Last year, NASA announced the Artemis mission, which, as Administrator Jim Bridenstine laid out, aims to return "the first woman and next man" to the surface of the moon by 2024. Artemis—that's Apollo's sister in Greek Mythology—will utilize several key vehicles during the mission, including the Orion capsule and Space Launch System. NASA designed and developed both of these vehicles during the Obama administration.
It is true that Trump has increased NASA's budget since he took office. In a post-splashdown briefing, NASA Administrator Jim Bridenstine implored congress to pass the president's federal budget, which would boost NASA's funding to a record $25.5 billion in 2021.

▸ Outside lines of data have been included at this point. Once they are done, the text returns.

import type { GivenValue } from '../calc/quantity.ts';
import { createRecorder } from '../calc/recorder.ts';
import { cleanDesignation } from '../sections/designation.ts';
import type { Section } from '../sections/section.ts';
import { sectionName } from '../sections/section.ts';
import { sizeProblems } from '../sections/size-bounds.ts';
import type { SectionSizes, SectionSizesInput } from '../sections/sizes.ts';
import { findShape } from '../sections/table.ts';
import { axesAlike } from './axes-in-order.ts';
import { type Given, type ReadQuantity, stateOf, TYPED } from './given-values.ts';
import type { Stated } from './resolved.ts';
import { sizedSectionLines } from './sized-section-lines.ts';

type Report = (path: string, message: string) => void;
type Word = Parameters<typeof stateOf<string>>[0];

/** Families of rolled shapes that are in no table here. */
const OTHER_FAMILY = /^(2L|WT|MT|ST|L)\d/;

/**
 * A section by its designation, or by its sizes. `section` is null for a shape of another family
 * (outside scope) and where a problem was reported; paths start with `section`.
 */
export function resolveSection(
  given: Word | SectionSizesInput,
  problem: Report,
  quantity: ReadQuantity,
): { readonly name: Stated<string>; readonly section: Section | null } {
  if (typeof given === 'object' && 'shape' in given) return fromSizes(given, problem, quantity);
  const name = stateOf(given);
  const shape = findShape(name.value);
  if (shape)
    return { name: { ...name, value: shape.designation }, section: { by: 'table', shape } };
  if (!OTHER_FAMILY.test(cleanDesignation(name.value)))
    problem(
      'section',
      `"${name.value}" is in none of the tables of W, M, S, HP, C, MC, HSS and pipe (AISC Shapes Database v15.0); write it like W12X79, C15X33.9, HSS8X6X1/2, HSS6.000X0.375, Pipe8STD, or give its sizes`,
    );
  return { name, section: null };
}

function fromSizes(given: SectionSizesInput, problem: Report, quantity: ReadQuantity) {
  const own = { source: given.source ?? TYPED, confirmed: given.confirmed ?? false };
  let sound = true;
  const report = (size: string, message: string) => {
    sound = false;
    problem(size === '' ? 'section' : `section.${size}`, message);
  };
  const sizes = readSizes(given, (size, value) => {
    const read = quantity(`section.${size}`, value, 'length');
    if (read && !(read.value > 0)) report(size, `is ${read.text}; it must be above zero`);
    // The source and state of the section hold for a size that has none of its own.
    return read && typeof value === 'string' ? { ...read, ...own } : read;
  });
  if (sizes && sound) {
    for (const { size, message } of sizeProblems(sizes)) report(size, message);
    if (sound && !majorFirst(sizes))
      report('', 'has Iy above Ix; x is the major axis: turn the section');
  }
  const section: Section | null = sizes && sound ? { by: 'sizes', sizes } : null;
  return { name: { value: section ? sectionName(section) : 'Section by sizes', ...own }, section };
}

const WORDS: ReadonlySet<string> = new Set(['shape', 'source', 'confirmed', 'wall']);

/** null where a size could not be read. */
function readSizes(
  given: SectionSizesInput,
  read: (size: string, value: Given) => GivenValue | null,
): SectionSizes | null {
  const values = Object.entries(given).flatMap(([name, value]) =>
    WORDS.has(name) || value === undefined ? [] : [[name, read(name, value as Given)] as const],
  );
  if (values.some(([, value]) => value === null)) return null;
  return {
    shape: given.shape,
    ...('wall' in given ? { wall: given.wall } : {}),
    ...(given.shape === 'tube' ? { Ro: null } : {}),
    ...Object.fromEntries(values),
  } as SectionSizes;
}

/** Ix ≥ Iy by the section's own formulas; the wall of a tube, which the steel decides, matters not. */
function majorFirst(sizes: SectionSizes): boolean {
  const steel = { kind: 'own', name: '', Fy: ANY, Fu: null } as const;
  const section = sizedSectionLines(createRecorder(''), sizes, steel);
  return axesAlike(section) || section.Ix.value >= section.Iy.value;
}
const ANY: GivenValue = { value: 1, text: '', source: TYPED, confirmed: false };
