import { describe, expect, it } from 'vitest';
import { hashesOf, sealRecord, sha256Hex } from '../calc/hashes.ts';
import { parseInput } from './parse-input.ts';
import { runCalculation } from './run.ts';

const combination = { name: '1.2D + 1.6L', P: '100 kip', MxA: '50 kip ft', MxB: '-20 kip ft' };
const member = {
  mark: 'C1',
  section: 'W12X79',
  material: 'A992',
  length: '14 ft',
  ends: 'held',
  Lcx: '14 ft',
  Lcy: '14 ft',
  Lcz: '14 ft',
  Lb: '14 ft',
  Cb: 1,
  endMomentSign: 'bending',
  combinations: [combination],
};
const input = {
  format: 1,
  standard: 'aisc360-22',
  design: 'LRFD',
  units: 'us',
  analysis: { method: 'direct', secondOrder: 'amplified', sway: 'none' },
  members: [member],
};
const seal = (json: unknown) => {
  const parsed = parseInput(json);
  if (!parsed.ok) throw new Error(JSON.stringify(parsed.problems));
  return sealRecord(runCalculation(parsed.input));
};
const withMember = (more: object) => seal({ ...input, members: [{ ...member, ...more }] });
const first = seal(input);

describe('SHA-256', () => {
  // FIPS 180-2, appendix B.1.
  it('of "abc"', () =>
    expect(sha256Hex('abc')).toBe(
      'ba7816bf8f01cfea414140de5dae2223b00361a396177a9cb410ff61f20015ad',
    ));
});

describe('the result hash', () => {
  it('is the same for the same inputs', () =>
    expect(seal(input).resultHash).toBe(first.resultHash));
  it('is the one that the record should carry', () =>
    expect(hashesOf(first)).toEqual({
      resultHash: first.resultHash,
      snapshotHash: first.snapshotHash,
    }));
  for (const [what, more] of [
    ['14 ft as 168 in', { length: '168 in', Lb: '168 in' }],
    ['14 ft as 4.2672 m', { Lcx: '4.2672 m', Lcy: '4267.2 mm' }],
    ['14 ft as 14 ft 0 in', { length: '14 ft 0 in' }],
    ['the mark', { mark: 'another' }],
    ['an id', { id: 'column-7' }],
    ['a way to write the section', { section: 'w12×79' }],
    ['the name of a combination', { combinations: [{ ...combination, name: 'LC 1' }] }],
    ['the id of a combination', { combinations: [{ ...combination, id: 'lc-1' }] }],
    ['a unit of force', { combinations: [{ ...combination, MxA: '600 kip in' }] }],
    [
      'a source',
      { length: { value: '14 ft', source: { kind: 'drawing', number: 'S-201', revision: 'B' } } },
    ],
    ['a confirmation', { length: { value: '14 ft', confirmed: true } }],
  ] as const)
    it(`does not see ${what}, the snapshot hash does`, () => {
      const other = withMember(more);
      expect(other.resultHash).toBe(first.resultHash);
      expect(other.snapshotHash).not.toBe(first.snapshotHash);
    });
  for (const [what, json] of [
    ['a length', { ...input, members: [{ ...member, length: '14.01 ft' }] }],
    ['a section', { ...input, members: [{ ...member, section: 'W12X72' }] }],
    ['a steel', { ...input, members: [{ ...member, material: 'A36' }] }],
    [
      'a force',
      { ...input, members: [{ ...member, combinations: [{ ...combination, P: '101 kip' }] }] },
    ],
    [
      'the sign of a moment',
      { ...input, members: [{ ...member, combinations: [{ ...combination, MxB: '20 kip ft' }] }] },
    ],
    ['the sense of moments', { ...input, members: [{ ...member, endMomentSign: 'joint' }] }],
    [
      'the design method',
      {
        ...input,
        design: 'ASD',
        members: [{ ...member, combinations: [{ ...combination, name: 'D + L' }] }],
      },
    ],
    ['the analysis', { ...input, analysis: { ...input.analysis, method: 'effective-length' } }],
    ['the unit set', { ...input, units: 'si' }],
    ['Cb', { ...input, members: [{ ...member, Cb: 1.01 }] }],
  ] as const)
    it(`sees ${what}`, () => expect(seal(json).resultHash).not.toBe(first.resultHash));
  it('sees a changed line', () => {
    const tampered = structuredClone(first);
    const line = tampered.members[0]?.lines.find((l) => l.key === 'E1/Pc');
    if (line?.kind !== 'formula') throw new Error('no line');
    line.value += 1e-9;
    expect(hashesOf(tampered).resultHash).not.toBe(first.resultHash);
  });
  it('does not see printed digits or titles; the snapshot hash does', () => {
    const tampered = structuredClone(first);
    const line = tampered.members[0]?.lines.find((l) => l.key === 'E1/Pc');
    if (line?.kind !== 'formula') throw new Error('no line');
    line.title = 'Something else';
    expect(hashesOf(tampered).resultHash).toBe(first.resultHash);
    expect(hashesOf(tampered).snapshotHash).not.toBe(first.snapshotHash);
  });
});
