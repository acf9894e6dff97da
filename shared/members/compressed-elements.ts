import type { Quantity } from '../calc/quantity.ts';
import type { Recorder } from '../calc/recorder.ts';
import {
  type b4CompressionFormulas,
  isSlender,
  type LimitOperands,
  slenderLimit,
} from '../standards/aisc360-22/b4-compression.ts';
import { coefficientKc } from '../standards/aisc360-22/b4-kc.ts';
import { type CompressedElement, e7Formulas } from '../standards/aisc360-22/e7.ts';
import type {
  BoxSection,
  ChannelSection,
  FlangeOfI,
  ISection,
  MonoISection,
  RectHssSection,
  SectionQuantities,
} from './section-quantities.ts';

type Row = keyof typeof b4CompressionFormulas;
type Unclassified = Omit<CompressedElement, 'lambdar' | 'slender'>;

const classified = (
  r: Recorder,
  row: Row,
  e: Unclassified,
  lambdar: Quantity,
): CompressedElement => ({
  ...e,
  lambdar,
  slender: isSlender(r, row, e.name, e.words, e.lambda, lambdar),
});

const FLANGE = { words: 'flange', plural: 'flanges', role: 'flange', constants: 'other' } as const;
const WEB = { name: 'web', words: 'web', plural: 'web', role: 'web', count: 1 } as const;

/** An unstiffened width of half a flange. */
const halfWidth = (
  r: Recorder,
  name: string,
  bf: Quantity,
  more: { title?: string; symbol?: string } = {},
): Quantity => r.formula(e7Formulas.flangeWidth, `E7/${name}/b`, { bf }, more);

/** The web of a shape whose table gives h/tw. */
const webOf = (
  r: Recorder,
  s: { readonly lambdaw: Quantity; readonly tw: Quantity },
  title?: string,
): Unclassified => ({
  ...WEB,
  constants: 'stiffened',
  lambda: s.lambdaw,
  t: s.tw,
  width: () =>
    r.formula(
      e7Formulas.webDepth,
      'E7/web/h',
      { lambdaw: s.lambdaw, tw: s.tw },
      { ...(title && { title }) },
    ),
});

function ofI(r: Recorder, steel: LimitOperands, s: ISection): readonly CompressedElement[] {
  const rolled = s.made === 'rolled';
  const row = rolled ? 'flange' : 'builtUpFlange';
  const limits = rolled ? steel : { ...steel, kc: coefficientKc(r, 'B4/compression', s.lambdaw) };
  const flange = classified(
    r,
    row,
    {
      ...FLANGE,
      name: 'flange',
      count: 4,
      lambda: s.lambdaf,
      t: s.tf,
      width: () => halfWidth(r, 'flange', s.bf),
    },
    slenderLimit(r, row, 'flange', limits),
  );
  const web = webOf(r, s, rolled ? undefined : 'Clear depth of the web');
  return [classified(r, 'web', web, slenderLimit(r, 'web', 'web', steel)), flange];
}

function ofMonoI(r: Recorder, steel: LimitOperands, s: MonoISection): readonly CompressedElement[] {
  const limits = { ...steel, kc: coefficientKc(r, 'B4/compression', s.lambdaw) };
  const lambdar = slenderLimit(r, 'builtUpFlange', 'flange', limits);
  const flange = (side: 'top' | 'bottom', { b, t, lambda }: FlangeOfI) => {
    const name = `${side}-flange`;
    const words = `${side} flange`;
    return classified(
      r,
      'builtUpFlange',
      {
        ...{ name, words, plural: words, role: 'flange', constants: 'other', count: 2, lambda, t },
        width: () =>
          halfWidth(r, name, b, {
            title: `Half of the width of the ${words}`,
            symbol: `b${side}`,
          }),
        effective: `be${side}`,
      },
      lambdar,
    );
  };
  const flanges = [flange('top', s.top), flange('bottom', s.bottom)];
  const web = {
    ...WEB,
    ...({ constants: 'stiffened', lambda: s.lambdaw, t: s.tw, width: () => s.h } as const),
  };
  const webLimit = slenderLimit(r, 'otherStiffened', 'web', steel, {
    title: 'Slender limit of the web in compression',
    symbol: 'lambdarwc',
  });
  return [classified(r, 'otherStiffened', web, webLimit), ...flanges];
}

function ofChannel(
  r: Recorder,
  steel: LimitOperands,
  s: ChannelSection,
): readonly CompressedElement[] {
  const flange = classified(
    r,
    'flange',
    // B4.1: the full width of a channel's flange.
    { ...FLANGE, name: 'flange', count: 2, lambda: s.lambdaf, t: s.tf, width: () => s.bf },
    slenderLimit(r, 'flange', 'flange', steel),
  );
  return [classified(r, 'web', webOf(r, s), slenderLimit(r, 'web', 'web', steel)), flange];
}

/** Walls by the axis they serve in major-axis flexure: two flange walls, two web walls. */
const wallWords = (role: 'web' | 'flange', plate: 'wall' | 'plate') =>
  ({ name: role, words: `${role} ${plate}`, plural: `${role} ${plate}s`, role, count: 2 }) as const;

function ofRectHss(
  r: Recorder,
  steel: LimitOperands,
  s: RectHssSection,
): readonly CompressedElement[] {
  const { t } = s;
  const lambdar = slenderLimit(r, 'wall', 'wall', steel);
  const width = (name: string, lambda: Quantity, symbol: 'b' | 'h') => () =>
    r.formula(e7Formulas.wallWidth, `E7/${name}/${symbol}`, { lambda, t }, { symbol });
  const wall = { constants: 'wall', t } as const;
  if (s.square)
    return [
      classified(
        r,
        'wall',
        {
          ...wall,
          ...({ name: 'wall', words: 'wall', plural: 'walls', role: 'flange', count: 4 } as const),
          lambda: s.lambdab,
          width: width('wall', s.lambdab, 'b'),
        },
        lambdar,
      ),
    ];
  const flange = {
    ...{ ...wall, ...wallWords('flange', 'wall'), lambda: s.lambdab },
    width: width('flange', s.lambdab, 'b'),
  };
  const web = {
    ...{ ...wall, ...wallWords('web', 'wall'), lambda: s.lambdah },
    width: width('web', s.lambdah, 'h'),
  };
  const classes = [flange, web].map((e) => classified(r, 'wall', e, lambdar));
  return classes.reverse();
}

function ofBox(r: Recorder, steel: LimitOperands, s: BoxSection): readonly CompressedElement[] {
  const lambdar = slenderLimit(r, 'otherStiffened', 'plate', steel, {
    title: 'Slender limit of the plates in compression',
  });
  const plate = { constants: 'stiffened' } as const;
  const flange = {
    ...{ ...plate, ...wallWords('flange', 'plate'), lambda: s.lambdab, t: s.tf },
    width: () => s.b,
  };
  const web = {
    ...{ ...plate, ...wallWords('web', 'plate'), lambda: s.lambdah, t: s.tw },
    width: () => s.h,
  };
  const classes = [flange, web].map((e) => classified(r, 'otherStiffened', e, lambdar));
  return classes.reverse();
}

/**
 * B4.1, Table B4.1a: the elements of a section with their classes, webs first. Rows 1 and 5 for
 * rolled I-shapes and channels, 2 for flanges of built-up I-shapes, 6 for HSS, 8 for box plates and
 * webs of singly symmetric I-shapes.
 */
export function compressedElements(
  r: Recorder,
  steel: LimitOperands,
  s: Exclude<SectionQuantities, { kind: 'round' }>,
): readonly CompressedElement[] {
  switch (s.kind) {
    case 'i':
      return ofI(r, steel, s);
    case 'mono-i':
      return ofMonoI(r, steel, s);
    case 'channel':
      return ofChannel(r, steel, s);
    case 'rect-hss':
      return ofRectHss(r, steel, s);
    case 'box':
      return ofBox(r, steel, s);
  }
}
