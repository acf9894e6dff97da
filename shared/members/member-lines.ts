import type { Quantity } from '../calc/quantity.ts';
import type { Recorder } from '../calc/recorder.ts';
import { clause } from '../standards/aisc360-22/writer.ts';
import type { ResolvedCombination, ResolvedInput, ResolvedMember } from './resolved.ts';

export interface GivenLengths {
  readonly L: Quantity;
  readonly Lcx: Quantity | null;
  readonly Lcy: Quantity | null;
  readonly Lcz: Quantity | null;
  readonly Lb: Quantity | null;
}

const METHOD_WORDS = {
  direct: 'direct analysis method',
  'effective-length': 'effective length method',
  'first-order': 'first-order analysis method',
} as const;

/** What each method asks of the analysis behind the forces; taken as given, not checked here. */
const METHOD_LIMITS = {
  direct: [
    'C2',
    'The initial imperfections (C2.2) and the reduced stiffness (C2.3) are taken to be in the analysis that gave the forces; this is not checked here.',
  ],
  'effective-length': [
    'App. 7.2',
    'The method is limited to second-order drift of at most 1.5 times the first-order one, with notional loads in the analysis; this is taken as given, not checked here.',
  ],
  'first-order': [
    'App. 7.3',
    'The method is limited to second-order drift of at most 1.5 times the first-order one, with its additional lateral loads in the analysis; this is taken as given, not checked here. Its limit of the axial force stands under each combination.',
  ],
} as const;

const hasEndMoments = ({ moments }: ResolvedCombination): boolean =>
  [moments.x, moments.y].some(({ A, B }) => A.value !== 0 || B.value !== 0);

/** Basis, restraints and lengths as given. Axis x is the major, y the minor axis. */
export function givenLines(
  r: Recorder,
  member: ResolvedMember,
  input: ResolvedInput,
): GivenLengths {
  const { analysis } = input;
  r.section('given', 'Member as given');
  const basis = { kind: 'typed', note: 'Basis of the calculation' } as const;
  r.statement('given/method', `${METHOD_WORDS[analysis.method]}, ${input.design}`, basis, true, {
    title: 'Method of analysis',
    clause: clause('C1'),
  });
  r.statement(
    'given/secondOrder',
    {
      'from-analysis': analysis.includesMemberEffect
        ? 'taken from the analysis, which includes the effect of the axial force between the ends'
        : 'taken from the analysis, which leaves out the effect of the axial force between the ends',
      amplified: 'first-order moments amplified by Appendix 8',
      exact: 'exact elastic solution from first-order end moments',
    }[analysis.secondOrder],
    basis,
    true,
    { title: 'Second-order moments' },
  );
  const { sway } = input;
  const swayWords =
    sway.value === 'none'
      ? 'none: the ends do not translate'
      : 'the stories sway: moments from lateral translation are multiplied by B2';
  r.statement('given/sway', swayWords, sway.source, sway.confirmed, {
    title: 'Sway',
    clause: clause('App. 8.1'),
  });
  const [limitsClause, limits] = METHOD_LIMITS[analysis.method];
  r.notice('given/limits', 'note', 'method-limits', limits, {
    title: 'What the method asks of the analysis',
    clause: clause(limitsClause),
  });
  if (input.design === 'ASD' && analysis.secondOrder === 'from-analysis')
    r.notice(
      'given/level',
      'note',
      'asd-load-level',
      'Forces are at the ASD load level: where the analysis ran at 1.6 times the loads, its results are already divided by 1.6.',
      { title: 'Load level of the forces', clause: clause('C2.1') },
    );
  const { section, ends } = member;
  r.statement('given/section', section.value, section.source, section.confirmed, {
    title: 'Section',
  });
  r.statement(
    'given/ends',
    {
      held: 'held in both planes and against twist',
      free: 'one end free',
      sway: 'free to sway',
      springs: 'held against movement and twist, turning against rotational springs',
    }[ends.value],
    ends.source,
    ends.confirmed,
    { title: 'Ends' },
  );
  if (member.combinations.some(hasEndMoments))
    r.statement(
      'given/sense',
      member.endMomentSign === 'bending'
        ? 'bending: equal signs bend the member in single curvature'
        : 'joint: equal signs turn both ends the same way, reverse curvature',
      { kind: 'typed' },
      true,
      { title: 'Sense of the end moments' },
    );
  const instead = member.restraints ? ', in place of that from the restraints' : '';
  const length = (symbol: 'Lcx' | 'Lcy' | 'Lcz' | 'Lb', words: string): Quantity | null => {
    const given = member[symbol];
    const title = `${words}${instead}`;
    return given ? r.given(`given/${symbol}`, symbol, 'length', given, { title }) : null;
  };
  const lengths = {
    L: r.given('given/L', 'L', 'length', member.length, { title: 'Length of the member' }),
    Lcx: length('Lcx', 'Buckling length about the major axis'),
    Lcy: length('Lcy', 'Buckling length about the minor axis'),
    Lcz: length('Lcz', 'Torsional buckling length'),
    Lb: length('Lb', 'Laterally unbraced length'),
  };
  if (member.Lb?.value === 0 && member.Lb.source.kind === 'typed' && !member.Lb.source.note)
    r.notice(
      'given/continuous',
      'caution',
      'continuous-without-reason',
      'An unbraced length of zero says that the compression flange is held continuously. What holds it is not stated.',
      { title: 'Continuous lateral support', clause: clause('F2.2') },
    );
  return lengths;
}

"Right now, we have the biggest budget NASA has ever had in nominal dollars," Bridenstine said. "If you look at real dollars, Apollo might have us beat by a little bit, but we're heading in the right direction."
The president is also responsible for establishing the United States Space Force, which officially began operations last December. The Space Force became the first new branch of the military in over 60 years and will be tasked with guarding American operations in outer space.
Curiously, Trump's tweet included a video of SpaceX's monumental hop of its Starship prototype, SN5. While SpaceX does indeed work with NASA and was recently awarded a contract to develop its Starship spacecraft for future missions to the moon as part of the agency's Human Landing System, it's a private company.
Starship is a private venture, and NASA hasn't been involved in its development. In fact, it was somewhat of a sticking point for Bridenstine, who, in reference to Commercial Crew, tweeted "It's time to deliver" shortly before Musk unveiled Starship.